** Opening STUDY MATERIAL block **

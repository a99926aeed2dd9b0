package minimize

import (
	"context"
	"runtime"
	"sync"

	"github.com/tenter-go/tenter/action"
	"github.com/tenter-go/tenter/field"
)

// shots sees a least-residual problem through its march. Its unknowns are
// the free values of pairs of adjacent slices, the nodes; from each the march
// gives the slices up to the next node and its arrival there, so that the field
// equation holds between nodes whatever the unknowns are. What is left to solve
// are the misfits: the pinned values that the march passes, and the arrivals,
// which must agree with the nodes. With one node it is shooting, with several
// multiple shooting [Bock & Plitt 1984, IFAC Proc. 17(2), 1603].
type shots struct {
	*problem
	st      *stepper
	nodes   []node
	size    int // values of a slice
	misfits int
}

// A node is a pair of adjacent slices with the segment that starts there.
type node struct {
	slice  int   // the first of the pair
	after  int   // slice of the next node; the number of slices if there is none
	free   []int // unknown values of the pair, counted from its first value
	rows   []misfit
	arrive [2]field.Slice // where the march meets the next node

	jac []float64 // ∂(marched value of row r)/∂(unknown u) at u·len(rows) + r
	res []float64 // the misfits
}

// A misfit is a marched value less what it should be.
type misfit struct {
	at   int // of the segment's slices, counted from the first value of the node
	next int // the unknown of the next node it should equal, −1 if a pin
	want float64
}

// newShots returns the problem with nodes at the given slices, the first of
// which is 0.
func newShots(p *problem, s *action.Discrete, lifted map[int]bool, slices []int) *shots {
	b := s.Block()
	sh := &shots{problem: p, st: newStepper(s, p.free, lifted), size: p.h.Components * b.Sites()}
	known := func(e int) (float64, bool) { k, v := p.free.At(e); return v, k < 0 }
	unequal := func(e int) bool { // the march does not set it
		n, _, i := p.h.Place(e)
		if i == 0 && s.HeldLeft() || i == b.Sites()-1 && s.HeldRight() {
			return true
		}
		for _, d := range sh.st.ahead[n] {
			if d == e%sh.size {
				return true
			}
		}
		return false
	}
	for j, n := range slices {
		nd := node{slice: n, after: b.Slices()}
		if j+1 < len(slices) {
			nd.after = slices[j+1]
		}
		for k := range 2 * sh.size {
			if _, fixed := known(n*sh.size + k); !fixed {
				nd.free = append(nd.free, k)
			}
		}
		sh.nodes = append(sh.nodes, nd)
	}
	for j := range sh.nodes {
		nd := &sh.nodes[j]
		end := nd.after
		if j+1 < len(sh.nodes) {
			end += 2
			for k := range nd.arrive {
				nd.arrive[k] = p.h.Slice(nd.after + k).Clone()
			}
		}
		matched := 0
		for e := (nd.slice + 2) * sh.size; e < end*sh.size; e++ {
			v, fixed := known(e)
			m := misfit{at: e - nd.slice*sh.size, next: -1, want: v}
			if e >= nd.after*sh.size && !fixed {
				m.next = matched
				matched++
			} else if !fixed || unequal(e) {
				continue
			}
			nd.rows = append(nd.rows, m)
		}
		sh.misfits += len(nd.rows)
	}
	return sh
}

// fill allocates the misfits and their Jacobians.
func (sh *shots) fill() {
	for j := range sh.nodes {
		nd := &sh.nodes[j]
		nd.res = make([]float64, len(nd.rows))
		nd.jac = make([]float64, len(nd.rows)*len(nd.free))
	}
}

// slice returns slice n of the segment of a node in the history h.
func (nd *node) at(h *field.History, n int) field.Slice {
	if n >= nd.after {
		return nd.arrive[n-nd.after]
	}
	return h.Slice(n)
}

// last returns the last slice of the segment.
func (nd *node) last() int {
	if nd.arrive[0].Empty() {
		return nd.after - 1
	}
	return nd.after + 1
}

// shoot marches all segments of h and returns the sum of the squared misfits.
func (sh *shots) shoot(h *field.History) (sum float64) {
	for j := range sh.nodes {
		nd := &sh.nodes[j]
		for n := nd.slice + 1; n < nd.last(); n++ {
			sh.st.step(nd.at(h, n+1), nd.at(h, n), nd.at(h, n-1), n)
		}
		for r, m := range nd.rows {
			want := m.want
			if m.next >= 0 {
				to := &sh.nodes[j+1]
				want = h.Data[to.slice*sh.size+to.free[m.next]]
			}
			n, i := nd.slice+m.at/sh.size, m.at%sh.size
			v := nd.at(h, n).Data[i] - want
			nd.res[r] = v
			sum += v * v
		}
	}
	return sum
}

// linearise fills the Jacobians by tangent marches, around the history that was
// shot last.
func (sh *shots) linearise(ctx context.Context, h *field.History) {
	type job struct {
		nd *node
		u  int
	}
	jobs := make(chan job)
	var wg sync.WaitGroup
	for range runtime.GOMAXPROCS(0) {
		wg.Add(1)
		go func() {
			defer wg.Done()
			st := sh.st.clone()
			var eta [3]field.Slice
			for k := range eta {
				eta[k] = field.NewSlice(h.Components, h.Block.Sites())
			}
			for w := range jobs {
				sh.column(st, h, w.nd, w.u, &eta)
			}
		}()
	}
	for j := range sh.nodes {
		for u := range sh.nodes[j].free {
			if ctx.Err() == nil {
				jobs <- job{&sh.nodes[j], u}
			}
		}
	}
	close(jobs)
	wg.Wait()
}

// column writes the derivative by unknown u of the node.
func (sh *shots) column(st *stepper, h *field.History, nd *node, u int, eta *[3]field.Slice) {
	for _, e := range eta {
		e.Zero()
	}
	k := nd.free[u]
	eta[k/sh.size].Data[k%sh.size] = 1
	column := nd.jac[u*len(nd.rows):][:len(nd.rows)]
	before, now, next := eta[0], eta[1], eta[2]
	r := 0
	for n := nd.slice + 1; n < nd.last(); n++ {
		st.tangent(next, now, before, nd.at(h, n), n)
		for ; r < len(nd.rows) && nd.rows[r].at/sh.size == n+1-nd.slice; r++ {
			column[r] = next.Data[nd.rows[r].at%sh.size]
		}
		before, now, next = now, next, before
	}
}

** Closing STUDY MATERIAL block **

→ EXERCISE AIM: When you reach the line that contains "there is none", stop; output it and every line before it from the start of the data, exactly as written.

→ SOLUTION TO THIS TASK:
repository a99926aeed2dd9b0
package minimize

import (
	"context"
	"runtime"
	"sync"

	"github.com/tenter-go/tenter/action"
	"github.com/tenter-go/tenter/field"
)

// shots sees a least-residual problem through its march. Its unknowns are
// the free values of pairs of adjacent slices, the nodes; from each the march
// gives the slices up to the next node and its arrival there, so that the field
// equation holds between nodes whatever the unknowns are. What is left to solve
// are the misfits: the pinned values that the march passes, and the arrivals,
// which must agree with the nodes. With one node it is shooting, with several
// multiple shooting [Bock & Plitt 1984, IFAC Proc. 17(2), 1603].
type shots struct {
	*problem
	st      *stepper
	nodes   []node
	size    int // values of a slice
	misfits int
}

// A node is a pair of adjacent slices with the segment that starts there.
type node struct {
	slice  int   // the first of the pair
	after  int   // slice of the next node; the number of slices if there is none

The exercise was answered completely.